A car had happened to be following them; Yolanda felt like she was fighting for her life as she screamed until her husband turned around and drove back to their village. She remembers her pounding heart and the feeling of unmistakable danger.

On another occasion, while visiting her mother at her families’ ranch in Mexico, her mother’s big dog attacked a neighbor’s small dog. Again: the pounding heart, the absolute terror.

Yolanda remembers nothing of her childhood before the age of nine. Her first memory is a memory of being on a bus with her mother and younger brother headed to California. She remembers everything about California: living a year with her aunt, the trips to the beach, getting toys, cloths, and attention.
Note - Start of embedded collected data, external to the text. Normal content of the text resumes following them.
/* SPDX-License-Identifier: MIT
 *
 * The exact change of basis between two rounds: step 3 of evidence.c. The product u.v + a + b does not change under
 *
 *     u <- u - mu,  b <- b + mu.v          (mu near the mean of u over rows; b absorbs it)
 *     v <- v - nu,  a <- a + nu.u          (nu near the mean of v over columns)
 *     u <- R u,     v <- R^-T v
 *
 * where each shift is the one that raises the bound most (to the mean itself when there are effects to absorb it, to
 * nothing when there are none), and R is chosen so that the mean of E[uu'] is the identity and that of E[vv'] diagonal:
 * with the Cholesky factor A = LL' of the first and the eigenvectors L'BL = Q diag(w) Q', R = Q'L^-1 and R^-T = Q'L'.
 * Alternating updates move along these directions only slowly; the jump raises the bound at once, and a component that
 * the data do not support shows up as a w near 0.
 *
 * On the regressors g = (factor, 1, effect) of a column both shifts and R^-T are one linear map T, and M <- T M T'. The
 * rows' own moments are left as they are: what follows is that the rows are learnt afresh, from the columns' moments
 * and the rows' prior variances alone. Cost 4 (r+2)^3 a column, columns in parallel.
 */
#include "solve/evidence_internal.h"

#include <math.h>
#include <string.h>

/* Steps towards the best shift, each of which raises the bound; the next change of basis goes on from there. */
#define SHIFT_STEPS 10

size_t evidence_basis_scratch(size_t rank)
{
    return packed_congruence_work(rank + 2);
}

struct basis_job {
    struct evidence *evidence;
    struct evidence_side *side;
};

/* All second moments of a line's regressors, and the number of lines with cells. */
size_t evidence_basis_partial(size_t rank)
{
    return packed_size(rank + 2) + 1;
}

static void mean_block(void *opaque, size_t block, size_t worker)
{
    (void)worker;
    struct basis_job *job = opaque;
    const struct evidence_side *side = job->side;
    size_t width = evidence_basis_partial(job->evidence->rank);
    double *sum = side->partial + block * width;
    memset(sum, 0, width * sizeof *sum);
    for (size_t line = side->half->block[block]; line < side->half->block[block + 1]; line++) {
        if (side->half->start[line] == side->half->start[line + 1])
            continue;
        const double *moment = side->moments.data + line * side->moments.stride;
        for (size_t k = 0; k + 1 < width; k++)
            sum[k] += moment[k];
        sum[width - 1] += 1;
    }
}

/* Means over the lines with cells: of E[ff'] of the factors f (dense), of f, of E[effect f] and of E[effect^2]. */
struct side_means {
    double lines;
    struct matrix second;
    double *mean, *cross, effect;
};

static void side_means(struct evidence *evidence, struct evidence_side *side, struct side_means *out)
{
    size_t rank = evidence->rank, width = evidence_basis_partial(rank);
    struct basis_job job = {evidence, side};
    double *sum = side->partial + side->half->blocks * width;
    team_run(evidence->context, side->half->blocks, mean_block, &job);
    team_sum(evidence->context, side->partial, side->half->blocks, width, sum);
    out->lines = sum[width - 1];
    for (size_t k = 0; k + 1 < width; k++)
        sum[k] /= out->lines;
    for (size_t k = 0; k < rank; k++) {
        out->mean[k] = sum[packed_size(rank) + k];
        out->cross[k] = sum[packed_size(rank + 1) + k];
        for (size_t l = 0; l <= k; l++)
            MATRIX_AT(out->second, k, l) = MATRIX_AT(out->second, l, k) = sum[packed_size(k) + l];
    }
    out->effect = sum[packed_size(rank + 1) + rank + 1];
}

/* y = Sx for a packed symmetric S. */
static void packed_apply(const double *s, size_t k, const double *x, double *y)
{
    memset(y, 0, k * sizeof *y);
    for (size_t i = 0, at = 0; i < k; i++)
        for (size_t j = 0; j <= i; j++, at++) {
            y[i] += s[at] * x[j];
            if (j < i)
                y[j] += s[at] * x[i];
        }
}

/* x'Sx. */
static double form(struct matrix s, const double *x)
{
    double sum = 0;
    for (size_t k = 0; k < s.rows; k++)
        for (size_t l = 0; l < s.columns; l++)
            sum += x[k] * MATRIX_AT(s, k, l) * x[l];
    return sum;
}

/* The shift s of this side's factors f, the other side's effect taking s.g. With A = mean E[ff'], mu = mean f, and
   B, c, e the other side's means of E[gg'], E[effect g], E[effect^2], the prior's part of the bound is, up to
   constants, -1/2 of lines log D + other lines log E,    D = 1 - 2 s'A^-1 mu + s'A^-1 s,    E = e + 2 s'c + s'Bs (D is
   the ratio of det mean E[(f-s)(f-s)'] to det A). Both logarithms are majorised by their tangents, so that a step is a
   small linear system and never raises the sum: (lines/D A^-1 + other lines/E B) s = lines/D A^-1 mu - other lines/E c
   The means of this side follow; self->mean becomes the shift. */
static void shift(struct evidence *evidence, struct side_means *self, const struct side_means *other)
{
    size_t rank = evidence->rank, packed = packed_size(rank);
    double *inverse = evidence->basis_work, *system = inverse + packed;
    double *pull = system + packed, *s = pull + rank, *image = s + rank;
    double d = 1, e = other->effect;
    for (size_t k = 0, at = 0; k < rank; k++)
        for (size_t l = 0; l <= k; l++, at++)
            system[at] = MATRIX_AT(self->second, k, l);
    packed_cholesky(system, rank);
    packed_inverse(system, rank, inverse);
    packed_apply(inverse, rank, self->mean, pull);
    memset(s, 0, rank * sizeof *s);
    for (int step = 0; step < SHIFT_STEPS && e > 0 && d > 0; step++) {
        double mine = self->lines / d, theirs = other->lines / e;
        for (size_t k = 0, at = 0; k < rank; k++) {
            for (size_t l = 0; l <= k; l++, at++)
                system[at] = mine * inverse[at] + theirs * MATRIX_AT(other->second, k, l);
            s[k] = mine * pull[k] - theirs * other->cross[k];
        }
        packed_cholesky(system, rank);
        packed_solve(system, rank, s);
        packed_apply(inverse, rank, s, image);
        d = 1;
        e = other->effect + form(other->second, s);
        for (size_t k = 0; k < rank; k++) {
            d += s[k] * (image[k] - 2 * pull[k]);
            e += 2 * s[k] * other->cross[k];
        }
    }
    for (size_t k = 0; k < rank; k++)
        for (size_t l = 0; l < rank; l++)
            MATRIX_AT(self->second, k, l) += s[k] * s[l] - s[k] * self->mean[l] - self->mean[k] * s[l];
    memcpy(self->mean, s, rank * sizeof *s);
}

static void map_block(void *opaque, size_t block, size_t worker)
{
    struct basis_job *job = opaque;
    struct evidence *evidence = job->evidence;
    double *work = evidence->scratch + worker * evidence->scratch_size;
    for (size_t line = job->side->half->block[block]; line < job->side->half->block[block + 1]; line++)
        packed_congruence(job->side->moments.data + line * job->side->moments.stride, evidence->rank + 2,
                          evidence->map[0], evidence->map[1], work);
}

/* T for g = (factor, 1, effect): factor' = R (factor - shift), effect' = effect + tilt . factor; and T'. */
static void map_build(struct evidence *evidence, struct matrix turn, const double *shift, const double *tilt)
{
    size_t rank = turn.rows;
    struct matrix map = evidence->map[0];
    matrix_zero(map);
    for (size_t k = 0; k < rank; k++)
        for (size_t l = 0; l < rank; l++) {
            MATRIX_AT(map, k, l) = MATRIX_AT(turn, k, l);
            MATRIX_AT(map, k, rank) -= MATRIX_AT(turn, k, l) * shift[l];
        }
    MATRIX_AT(map, rank, rank) = 1;
    MATRIX_AT(map, rank + 1, rank + 1) = 1;
    for (size_t l = 0; l < rank; l++)
        MATRIX_AT(map, rank + 1, l) = tilt[l];
    for (size_t k = 0; k < rank + 2; k++)
        for (size_t l = 0; l < rank + 2; l++)
            MATRIX_AT(evidence->map[1], l, k) = MATRIX_AT(map, k, l);
}

/* R^-T = Q'L' from A (overwritten by L) and B (overwritten by Q); w is left behind the factor in basis_work. */
static fescue_status rotation(struct evidence *evidence, struct matrix a, struct matrix b, struct matrix room,
                              struct matrix to_columns)
{
    size_t rank = evidence->rank;
    double *factor = evidence->basis_work, *w = factor + packed_size(rank), *work = w + rank;
    for (size_t k = 0; k < rank; k++)
        for (size_t l = 0; l <= k; l++)
            factor[packed_size(k) + l] = MATRIX_AT(a, k, l);
    packed_cholesky(factor, rank);
    matrix_zero(a);
    for (size_t k = 0; k < rank; k++)
        for (size_t l = 0; l <= k; l++)
            MATRIX_AT(a, k, l) = factor[packed_size(k) + l];
    matrix_multiply(1, b, false, a, false, 0, room);         /* BL */
    matrix_multiply(1, a, true, room, false, 0, to_columns); /* L'BL */
    for (size_t k = 0; k < rank; k++)
        for (size_t l = 0; l < k; l++)
            MATRIX_AT(to_columns, l, k) = MATRIX_AT(to_columns, k, l) =
                0.5 * (MATRIX_AT(to_columns, l, k) + MATRIX_AT(to_columns, k, l));
    matrix_copy(to_columns, b);
    fescue_status status = dense_eigen(evidence->context, b, w, work); /* b = Q */
    if (status == FESCUE_OK)
        matrix_multiply(1, b, true, a, true, 0, to_columns); /* Q'L' */
    return status;
}

/* After the rows' shift mu, the columns' effect is b + mu.v: its products with v. The rows' effect does not change, but
   u does. */
static void cross_follow(struct side_means *rows, struct side_means *columns, double rows_effect_mean)
{
    for (size_t k = 0; k < rows->second.rows; k++) {
        rows->cross[k] -= rows_effect_mean * rows->mean[k];
        for (size_t l = 0; l < rows->second.rows; l++)
            columns->cross[k] += MATRIX_AT(columns->second, k, l) * rows->mean[l];
    }
}

fescue_status evidence_basis_change(struct evidence *evidence)
{
    size_t rank = evidence->rank;
    struct evidence_side *rows = &evidence->rows, *columns = &evidence->columns;
    struct matrix *small = evidence->small;
    double *at = evidence->shift;
    struct side_means u = {.second = small[0], .mean = at, .cross = at + rank};
    struct side_means v = {.second = small[1], .mean = at + 2 * rank, .cross = at + 3 * rank};
    side_means(evidence, rows, &u);
    double a_mean = rows->partial[rows->half->blocks * evidence_basis_partial(rank) + packed_size(rank + 1) + rank];
    side_means(evidence, columns, &v);
    if (columns->variance[rank] > 0)
        shift(evidence, &u, &v);
    else
        memset(u.mean, 0, rank * sizeof *u.mean);
    cross_follow(&u, &v, a_mean);
    if (rows->variance[rank] > 0)
        shift(evidence, &v, &u);
    else
        memset(v.mean, 0, rank * sizeof *v.mean);
    fescue_status status = rotation(evidence, u.second, v.second, small[2], small[3]);
    if (status != FESCUE_OK)
        return status;
    struct basis_job job = {evidence, columns};
    map_build(evidence, small[3], v.mean, u.mean); /* b <- b + mu.v */
    team_run(evidence->context, columns->half->blocks, map_block, &job);
    const double *w = evidence->basis_work + packed_size(rank);
    for (size_t k = 0; k < rank; k++) {
        rows->variance[k] = 1;
        columns->variance[k] = fmax(w[k], EVIDENCE_VARIANCE_LEAST);
    }
    return FESCUE_OK;
}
Everything seemed good and peaceful and normal. Yolanda tells of her year in California as if it were a story from a fairy tale.

After she and her mother and her younger brother returned to Mexico, it was different. Yolanda’s father had never accepted her. Her mother told her it was because he didn’t like girls. (But later, a younger sister was born and the younger girl was treated, Yolanda says, like a princess.)

Her three older brothers were allowed to treat Yolanda harshly. She was not allowed to eat with the family and had to go outside when everyone else ate. She would sit on the roof and look at the stars, or sometimes; she would visit the homes of neighbors who would give her something to eat. When the family was finished eating, Yolanda’s mother would make her a small tortilla filled with leftovers.

Yolanda would then clean up and do the dishes. Later Yolanda was required to cook the dinner as well. But still she would be banished from the home while the family ate. Often her brothers would throw the family cat on her food and play other pranks. Yolanda says she didn’t think anything was unusual at the time; “It was just the way it was.”

I ask Yolanda about a scar that runs up her arm. She says that it happened when she was about eighteen months old. Her mother has told her that her brothers accidentally cut her with a knife. Her mother had reportedly heard Yolanda yelling and when she found Yolanda, there was blood running down her arm.